### [TASK STATEMENT]
The lines to be copied are those below that contain "TemperatureSlope".

### [RECORDS TO PROCESS]
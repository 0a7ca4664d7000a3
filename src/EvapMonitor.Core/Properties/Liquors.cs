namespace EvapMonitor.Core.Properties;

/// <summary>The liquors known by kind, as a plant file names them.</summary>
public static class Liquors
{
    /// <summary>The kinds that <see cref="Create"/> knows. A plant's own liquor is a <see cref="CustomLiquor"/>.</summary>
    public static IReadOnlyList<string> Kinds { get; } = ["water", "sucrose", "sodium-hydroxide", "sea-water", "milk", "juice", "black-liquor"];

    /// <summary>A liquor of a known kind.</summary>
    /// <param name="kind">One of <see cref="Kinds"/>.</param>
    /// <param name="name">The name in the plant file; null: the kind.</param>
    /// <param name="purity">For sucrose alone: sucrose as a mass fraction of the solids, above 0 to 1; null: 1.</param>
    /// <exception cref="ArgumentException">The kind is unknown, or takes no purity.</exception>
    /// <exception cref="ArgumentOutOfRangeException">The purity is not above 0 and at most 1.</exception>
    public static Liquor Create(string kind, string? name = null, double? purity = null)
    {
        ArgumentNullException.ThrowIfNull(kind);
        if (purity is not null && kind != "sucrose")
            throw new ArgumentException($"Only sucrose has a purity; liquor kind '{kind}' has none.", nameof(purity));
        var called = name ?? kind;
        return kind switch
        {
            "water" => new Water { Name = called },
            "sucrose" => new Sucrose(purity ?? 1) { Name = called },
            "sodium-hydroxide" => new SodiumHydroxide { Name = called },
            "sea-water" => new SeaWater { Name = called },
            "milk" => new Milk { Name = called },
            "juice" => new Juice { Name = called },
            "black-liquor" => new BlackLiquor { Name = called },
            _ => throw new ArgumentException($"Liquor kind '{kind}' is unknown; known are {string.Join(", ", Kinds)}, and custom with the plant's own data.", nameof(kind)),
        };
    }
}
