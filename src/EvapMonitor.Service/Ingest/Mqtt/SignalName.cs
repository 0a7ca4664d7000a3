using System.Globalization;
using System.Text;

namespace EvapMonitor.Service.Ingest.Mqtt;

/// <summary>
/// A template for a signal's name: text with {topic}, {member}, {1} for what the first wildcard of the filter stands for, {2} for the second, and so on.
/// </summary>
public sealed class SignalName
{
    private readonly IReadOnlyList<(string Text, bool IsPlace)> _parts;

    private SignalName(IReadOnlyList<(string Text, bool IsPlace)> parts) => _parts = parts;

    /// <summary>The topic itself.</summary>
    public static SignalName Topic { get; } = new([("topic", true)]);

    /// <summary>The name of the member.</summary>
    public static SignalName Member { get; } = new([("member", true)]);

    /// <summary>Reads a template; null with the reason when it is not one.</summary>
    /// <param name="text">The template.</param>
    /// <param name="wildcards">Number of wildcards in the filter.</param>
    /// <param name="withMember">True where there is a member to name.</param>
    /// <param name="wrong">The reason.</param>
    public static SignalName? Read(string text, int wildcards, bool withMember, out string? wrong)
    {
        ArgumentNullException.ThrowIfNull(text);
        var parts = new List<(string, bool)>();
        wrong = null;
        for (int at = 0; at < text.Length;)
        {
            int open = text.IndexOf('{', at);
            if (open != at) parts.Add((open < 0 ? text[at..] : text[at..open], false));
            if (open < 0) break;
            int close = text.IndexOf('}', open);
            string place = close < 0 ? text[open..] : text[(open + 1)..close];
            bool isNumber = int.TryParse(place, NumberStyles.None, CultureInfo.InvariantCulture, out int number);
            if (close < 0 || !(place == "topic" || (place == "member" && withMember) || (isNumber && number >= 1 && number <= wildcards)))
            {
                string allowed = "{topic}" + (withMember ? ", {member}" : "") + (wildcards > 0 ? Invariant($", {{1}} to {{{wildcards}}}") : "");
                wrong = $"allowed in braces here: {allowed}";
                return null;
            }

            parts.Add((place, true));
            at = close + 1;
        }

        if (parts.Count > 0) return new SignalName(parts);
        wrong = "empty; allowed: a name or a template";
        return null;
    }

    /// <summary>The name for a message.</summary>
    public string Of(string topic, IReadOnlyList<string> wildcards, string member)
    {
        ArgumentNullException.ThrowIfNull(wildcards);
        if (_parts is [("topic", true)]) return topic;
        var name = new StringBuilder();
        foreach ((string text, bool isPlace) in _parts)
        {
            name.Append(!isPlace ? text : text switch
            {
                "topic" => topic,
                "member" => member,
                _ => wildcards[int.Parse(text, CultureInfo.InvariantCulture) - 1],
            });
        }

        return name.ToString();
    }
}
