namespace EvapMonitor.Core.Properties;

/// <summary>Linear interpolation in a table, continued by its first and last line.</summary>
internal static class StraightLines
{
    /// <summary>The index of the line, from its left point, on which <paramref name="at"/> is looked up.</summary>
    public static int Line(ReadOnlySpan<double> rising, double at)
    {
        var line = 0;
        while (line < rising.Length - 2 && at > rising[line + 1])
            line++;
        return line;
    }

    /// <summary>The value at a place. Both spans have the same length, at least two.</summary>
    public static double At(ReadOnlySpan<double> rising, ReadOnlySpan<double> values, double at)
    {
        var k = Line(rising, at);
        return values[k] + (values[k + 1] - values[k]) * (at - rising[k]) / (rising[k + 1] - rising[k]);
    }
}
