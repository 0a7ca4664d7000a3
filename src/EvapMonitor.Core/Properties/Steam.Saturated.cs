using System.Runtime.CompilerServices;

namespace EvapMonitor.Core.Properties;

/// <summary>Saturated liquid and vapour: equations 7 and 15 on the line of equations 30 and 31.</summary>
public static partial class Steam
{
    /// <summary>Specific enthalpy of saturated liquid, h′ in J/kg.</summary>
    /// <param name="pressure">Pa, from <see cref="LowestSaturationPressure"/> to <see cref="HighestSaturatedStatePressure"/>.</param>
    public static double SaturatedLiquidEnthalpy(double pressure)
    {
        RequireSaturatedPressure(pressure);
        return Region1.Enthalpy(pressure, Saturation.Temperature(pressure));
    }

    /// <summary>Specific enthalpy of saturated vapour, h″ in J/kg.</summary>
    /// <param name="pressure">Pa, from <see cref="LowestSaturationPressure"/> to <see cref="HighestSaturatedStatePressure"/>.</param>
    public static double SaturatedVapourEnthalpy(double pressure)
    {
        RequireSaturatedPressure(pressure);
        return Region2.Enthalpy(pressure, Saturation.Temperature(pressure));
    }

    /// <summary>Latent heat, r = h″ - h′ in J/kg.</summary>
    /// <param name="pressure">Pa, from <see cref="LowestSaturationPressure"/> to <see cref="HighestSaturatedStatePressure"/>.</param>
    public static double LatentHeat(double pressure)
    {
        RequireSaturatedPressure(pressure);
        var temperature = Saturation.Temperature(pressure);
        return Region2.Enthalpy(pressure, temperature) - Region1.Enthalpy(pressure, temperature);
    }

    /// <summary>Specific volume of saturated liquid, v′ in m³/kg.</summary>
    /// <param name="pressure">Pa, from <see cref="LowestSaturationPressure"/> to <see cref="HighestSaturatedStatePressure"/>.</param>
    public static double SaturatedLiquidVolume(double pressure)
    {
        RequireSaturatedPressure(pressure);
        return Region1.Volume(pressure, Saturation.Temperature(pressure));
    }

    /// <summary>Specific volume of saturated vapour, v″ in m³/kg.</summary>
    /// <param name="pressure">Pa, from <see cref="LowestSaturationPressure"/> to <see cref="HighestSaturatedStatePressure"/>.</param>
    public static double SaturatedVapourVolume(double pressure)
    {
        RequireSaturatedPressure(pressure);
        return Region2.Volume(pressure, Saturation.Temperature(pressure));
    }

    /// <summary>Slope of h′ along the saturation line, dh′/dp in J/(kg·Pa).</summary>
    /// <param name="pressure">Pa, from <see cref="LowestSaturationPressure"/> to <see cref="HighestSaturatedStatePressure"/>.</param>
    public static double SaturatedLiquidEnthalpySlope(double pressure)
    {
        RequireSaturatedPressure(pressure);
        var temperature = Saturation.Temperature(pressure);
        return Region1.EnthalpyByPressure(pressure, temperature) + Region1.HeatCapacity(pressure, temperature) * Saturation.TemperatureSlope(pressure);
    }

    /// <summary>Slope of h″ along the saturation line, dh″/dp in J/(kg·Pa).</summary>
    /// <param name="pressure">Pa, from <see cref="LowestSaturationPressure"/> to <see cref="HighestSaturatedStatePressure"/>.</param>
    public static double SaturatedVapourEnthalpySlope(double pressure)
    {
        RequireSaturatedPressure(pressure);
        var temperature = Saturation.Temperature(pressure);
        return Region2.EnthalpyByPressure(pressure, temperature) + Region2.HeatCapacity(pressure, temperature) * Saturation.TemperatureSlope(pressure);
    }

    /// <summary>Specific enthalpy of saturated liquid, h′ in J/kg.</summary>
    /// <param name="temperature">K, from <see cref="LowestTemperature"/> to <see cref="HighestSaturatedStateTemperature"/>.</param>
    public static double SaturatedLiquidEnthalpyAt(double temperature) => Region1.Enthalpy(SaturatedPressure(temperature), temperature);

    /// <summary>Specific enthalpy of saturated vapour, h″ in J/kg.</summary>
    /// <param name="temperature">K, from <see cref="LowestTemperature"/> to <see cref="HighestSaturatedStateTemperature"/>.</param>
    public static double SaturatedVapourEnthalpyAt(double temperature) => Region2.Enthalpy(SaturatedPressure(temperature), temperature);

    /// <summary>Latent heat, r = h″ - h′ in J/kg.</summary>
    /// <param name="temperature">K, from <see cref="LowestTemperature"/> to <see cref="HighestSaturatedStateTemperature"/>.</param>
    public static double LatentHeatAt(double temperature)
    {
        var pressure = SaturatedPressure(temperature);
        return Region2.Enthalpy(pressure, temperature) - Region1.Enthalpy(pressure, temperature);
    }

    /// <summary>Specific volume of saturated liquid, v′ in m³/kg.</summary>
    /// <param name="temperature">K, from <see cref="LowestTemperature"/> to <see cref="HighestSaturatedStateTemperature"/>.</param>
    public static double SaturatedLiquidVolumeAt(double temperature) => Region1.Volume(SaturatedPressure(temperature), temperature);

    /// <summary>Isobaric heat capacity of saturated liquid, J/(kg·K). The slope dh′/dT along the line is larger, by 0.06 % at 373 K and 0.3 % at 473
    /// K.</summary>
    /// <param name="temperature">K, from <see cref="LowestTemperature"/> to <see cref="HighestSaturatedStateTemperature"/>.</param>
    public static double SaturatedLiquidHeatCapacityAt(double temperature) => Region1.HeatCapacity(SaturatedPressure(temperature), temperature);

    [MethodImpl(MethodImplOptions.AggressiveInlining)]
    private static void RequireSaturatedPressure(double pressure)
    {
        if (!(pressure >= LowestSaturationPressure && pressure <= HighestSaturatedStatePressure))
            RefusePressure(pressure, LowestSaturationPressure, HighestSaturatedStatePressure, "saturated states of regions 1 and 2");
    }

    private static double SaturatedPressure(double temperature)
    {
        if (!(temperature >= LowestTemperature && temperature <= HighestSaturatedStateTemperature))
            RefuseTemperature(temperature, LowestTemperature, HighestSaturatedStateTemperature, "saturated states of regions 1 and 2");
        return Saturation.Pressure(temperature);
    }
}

### [ANSWER AREA]
        return Region1.EnthalpyByPressure(pressure, temperature) + Region1.HeatCapacity(pressure, temperature) * Saturation.TemperatureSlope(pressure);
        return Region2.EnthalpyByPressure(pressure, temperature) + Region2.HeatCapacity(pressure, temperature) * Saturation.TemperatureSlope(pressure);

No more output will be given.